• [Work to complete]: The entries below contain a line with "NLL itself (~1e-16·|NLL|)." and a line with "the threshold. */". Quote exactly those two lines and all lines between them.

• [Task input]:

----------

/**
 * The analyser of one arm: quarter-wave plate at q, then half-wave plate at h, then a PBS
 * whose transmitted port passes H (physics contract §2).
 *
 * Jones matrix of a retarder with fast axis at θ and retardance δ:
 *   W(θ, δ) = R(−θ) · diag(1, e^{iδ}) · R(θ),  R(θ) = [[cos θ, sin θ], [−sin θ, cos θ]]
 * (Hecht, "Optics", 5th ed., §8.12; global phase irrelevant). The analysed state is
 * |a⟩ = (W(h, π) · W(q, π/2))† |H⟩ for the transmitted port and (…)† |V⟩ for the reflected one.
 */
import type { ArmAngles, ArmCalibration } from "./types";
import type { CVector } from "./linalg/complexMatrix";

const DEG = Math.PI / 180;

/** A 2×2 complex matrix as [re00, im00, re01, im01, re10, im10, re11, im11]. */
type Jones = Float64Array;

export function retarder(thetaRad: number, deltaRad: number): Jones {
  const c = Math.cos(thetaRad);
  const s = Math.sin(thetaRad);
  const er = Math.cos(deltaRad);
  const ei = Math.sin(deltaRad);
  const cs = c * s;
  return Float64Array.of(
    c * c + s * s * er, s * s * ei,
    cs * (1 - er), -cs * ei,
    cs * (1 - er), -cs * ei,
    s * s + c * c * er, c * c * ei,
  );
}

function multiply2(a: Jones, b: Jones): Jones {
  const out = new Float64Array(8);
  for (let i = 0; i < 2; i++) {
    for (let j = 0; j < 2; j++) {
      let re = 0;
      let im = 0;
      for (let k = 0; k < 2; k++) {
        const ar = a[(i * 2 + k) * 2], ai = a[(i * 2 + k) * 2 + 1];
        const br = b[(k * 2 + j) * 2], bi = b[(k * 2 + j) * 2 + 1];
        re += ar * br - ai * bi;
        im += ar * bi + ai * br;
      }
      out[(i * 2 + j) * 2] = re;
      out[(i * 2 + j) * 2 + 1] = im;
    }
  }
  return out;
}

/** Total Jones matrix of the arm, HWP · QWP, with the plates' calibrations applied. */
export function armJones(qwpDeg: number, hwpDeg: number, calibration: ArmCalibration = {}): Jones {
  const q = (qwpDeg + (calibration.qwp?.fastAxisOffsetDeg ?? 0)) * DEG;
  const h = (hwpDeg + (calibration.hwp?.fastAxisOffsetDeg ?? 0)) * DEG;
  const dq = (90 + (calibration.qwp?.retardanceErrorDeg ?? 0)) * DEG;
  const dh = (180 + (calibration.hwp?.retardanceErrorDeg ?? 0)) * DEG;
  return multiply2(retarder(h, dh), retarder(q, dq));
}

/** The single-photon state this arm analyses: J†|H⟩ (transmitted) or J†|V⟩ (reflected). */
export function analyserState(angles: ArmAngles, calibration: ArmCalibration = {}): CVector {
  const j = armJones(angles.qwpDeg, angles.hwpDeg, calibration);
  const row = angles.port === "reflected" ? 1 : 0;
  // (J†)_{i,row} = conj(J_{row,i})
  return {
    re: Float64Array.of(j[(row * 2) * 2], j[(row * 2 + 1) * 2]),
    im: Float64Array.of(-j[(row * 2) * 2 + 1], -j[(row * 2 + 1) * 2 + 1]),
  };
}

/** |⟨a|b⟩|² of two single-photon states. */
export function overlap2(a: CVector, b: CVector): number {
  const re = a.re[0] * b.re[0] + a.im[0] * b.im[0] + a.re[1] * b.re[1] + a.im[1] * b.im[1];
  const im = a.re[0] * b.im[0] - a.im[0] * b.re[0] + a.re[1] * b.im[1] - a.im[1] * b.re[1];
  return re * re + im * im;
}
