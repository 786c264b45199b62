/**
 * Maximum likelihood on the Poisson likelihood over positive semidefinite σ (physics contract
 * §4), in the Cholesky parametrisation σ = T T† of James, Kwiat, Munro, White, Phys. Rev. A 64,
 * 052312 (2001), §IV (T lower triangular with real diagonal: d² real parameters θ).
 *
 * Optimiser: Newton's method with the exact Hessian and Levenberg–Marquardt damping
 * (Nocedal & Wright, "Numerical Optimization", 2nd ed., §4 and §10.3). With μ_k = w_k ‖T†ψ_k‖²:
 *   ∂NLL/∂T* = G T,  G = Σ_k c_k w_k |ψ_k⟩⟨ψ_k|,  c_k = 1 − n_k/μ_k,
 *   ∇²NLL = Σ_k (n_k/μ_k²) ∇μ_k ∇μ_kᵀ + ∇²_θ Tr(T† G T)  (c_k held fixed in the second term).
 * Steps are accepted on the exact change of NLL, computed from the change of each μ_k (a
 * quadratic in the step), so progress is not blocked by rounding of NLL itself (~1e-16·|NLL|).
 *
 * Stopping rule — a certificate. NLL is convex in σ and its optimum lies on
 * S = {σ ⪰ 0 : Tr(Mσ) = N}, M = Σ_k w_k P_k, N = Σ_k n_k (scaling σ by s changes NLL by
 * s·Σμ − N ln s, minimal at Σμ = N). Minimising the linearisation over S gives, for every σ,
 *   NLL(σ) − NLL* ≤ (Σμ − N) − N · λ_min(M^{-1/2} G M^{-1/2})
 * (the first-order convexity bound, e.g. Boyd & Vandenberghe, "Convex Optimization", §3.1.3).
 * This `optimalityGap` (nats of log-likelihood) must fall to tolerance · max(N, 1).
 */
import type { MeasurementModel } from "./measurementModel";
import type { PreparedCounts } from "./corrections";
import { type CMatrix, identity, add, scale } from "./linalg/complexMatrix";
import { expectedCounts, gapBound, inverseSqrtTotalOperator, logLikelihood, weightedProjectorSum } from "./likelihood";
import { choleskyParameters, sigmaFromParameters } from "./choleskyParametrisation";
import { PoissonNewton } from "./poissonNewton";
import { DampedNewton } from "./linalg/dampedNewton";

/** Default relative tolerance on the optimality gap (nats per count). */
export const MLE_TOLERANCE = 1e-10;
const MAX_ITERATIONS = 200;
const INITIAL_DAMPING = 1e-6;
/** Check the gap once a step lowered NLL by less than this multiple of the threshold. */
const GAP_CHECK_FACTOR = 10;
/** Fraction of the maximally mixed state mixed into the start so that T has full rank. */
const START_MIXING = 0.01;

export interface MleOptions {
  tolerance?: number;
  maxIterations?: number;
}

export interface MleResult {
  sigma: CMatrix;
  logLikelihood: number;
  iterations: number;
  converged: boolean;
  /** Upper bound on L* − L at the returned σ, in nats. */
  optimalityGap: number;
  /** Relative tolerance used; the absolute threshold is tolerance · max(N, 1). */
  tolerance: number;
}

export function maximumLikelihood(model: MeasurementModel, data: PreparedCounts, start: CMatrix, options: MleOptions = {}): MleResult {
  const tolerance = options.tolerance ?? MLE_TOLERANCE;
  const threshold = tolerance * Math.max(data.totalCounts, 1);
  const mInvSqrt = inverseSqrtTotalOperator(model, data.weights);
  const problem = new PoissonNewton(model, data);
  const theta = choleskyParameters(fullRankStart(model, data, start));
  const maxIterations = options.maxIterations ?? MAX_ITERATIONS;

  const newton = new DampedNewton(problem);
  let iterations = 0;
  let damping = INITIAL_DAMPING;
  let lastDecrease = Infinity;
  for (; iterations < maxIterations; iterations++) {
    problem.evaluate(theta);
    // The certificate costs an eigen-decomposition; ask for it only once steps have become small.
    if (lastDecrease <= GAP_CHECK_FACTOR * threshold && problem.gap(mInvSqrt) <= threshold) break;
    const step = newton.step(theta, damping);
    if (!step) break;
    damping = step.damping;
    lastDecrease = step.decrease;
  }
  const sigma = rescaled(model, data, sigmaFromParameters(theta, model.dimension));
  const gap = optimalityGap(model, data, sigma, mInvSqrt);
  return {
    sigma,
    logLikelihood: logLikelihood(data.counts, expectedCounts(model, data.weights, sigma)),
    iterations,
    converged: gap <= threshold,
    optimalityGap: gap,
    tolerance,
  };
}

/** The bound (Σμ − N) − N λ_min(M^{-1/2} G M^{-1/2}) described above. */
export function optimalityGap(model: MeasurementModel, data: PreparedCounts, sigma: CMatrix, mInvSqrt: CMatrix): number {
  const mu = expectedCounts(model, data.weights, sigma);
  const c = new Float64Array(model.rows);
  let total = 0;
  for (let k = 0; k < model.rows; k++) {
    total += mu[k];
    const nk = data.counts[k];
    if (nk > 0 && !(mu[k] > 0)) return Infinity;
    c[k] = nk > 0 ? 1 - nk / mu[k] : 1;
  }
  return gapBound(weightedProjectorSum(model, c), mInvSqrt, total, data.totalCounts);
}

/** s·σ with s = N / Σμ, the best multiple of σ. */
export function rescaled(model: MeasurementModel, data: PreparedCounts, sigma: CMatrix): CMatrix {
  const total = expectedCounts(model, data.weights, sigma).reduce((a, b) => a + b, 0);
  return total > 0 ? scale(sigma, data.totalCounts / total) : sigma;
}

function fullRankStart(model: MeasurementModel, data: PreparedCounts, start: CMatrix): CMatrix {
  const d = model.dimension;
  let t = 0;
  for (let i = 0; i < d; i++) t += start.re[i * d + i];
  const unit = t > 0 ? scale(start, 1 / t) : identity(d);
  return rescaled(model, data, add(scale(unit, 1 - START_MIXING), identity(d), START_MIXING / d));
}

----------

• [Expected output]:
 * quadratic in the step), so progress is not blocked by rounding of NLL itself (~1e-16·|NLL|).
 *
 * Stopping rule — a certificate. NLL is convex in σ and its optimum lies on
 * S = {σ ⪰ 0 : Tr(Mσ) = N}, M = Σ_k w_k P_k, N = Σ_k n_k (scaling σ by s changes NLL by
 * s·Σμ − N ln s, minimal at Σμ = N). Minimising the linearisation over S gives, for every σ,
 *   NLL(σ) − NLL* ≤ (Σμ − N) − N · λ_min(M^{-1/2} G M^{-1/2})
 * (the first-order convexity bound, e.g. Boyd & Vandenberghe, "Convex Optimization", §3.1.3).
 * This `optimalityGap` (nats of log-likelihood) must fall to tolerance · max(N, 1).
 */
import type { MeasurementModel } from "./measurementModel";
import type { PreparedCounts } from "./corrections";
import { type CMatrix, identity, add, scale } from "./linalg/complexMatrix";
import { expectedCounts, gapBound, inverseSqrtTotalOperator, logLikelihood, weightedProjectorSum } from "./likelihood";
import { choleskyParameters, sigmaFromParameters } from "./choleskyParametrisation";
import { PoissonNewton } from "./poissonNewton";
import { DampedNewton } from "./linalg/dampedNewton";

/** Default relative tolerance on the optimality gap (nats per count). */
export const MLE_TOLERANCE = 1e-10;
const MAX_ITERATIONS = 200;
const INITIAL_DAMPING = 1e-6;
/** Check the gap once a step lowered NLL by less than this multiple of the threshold. */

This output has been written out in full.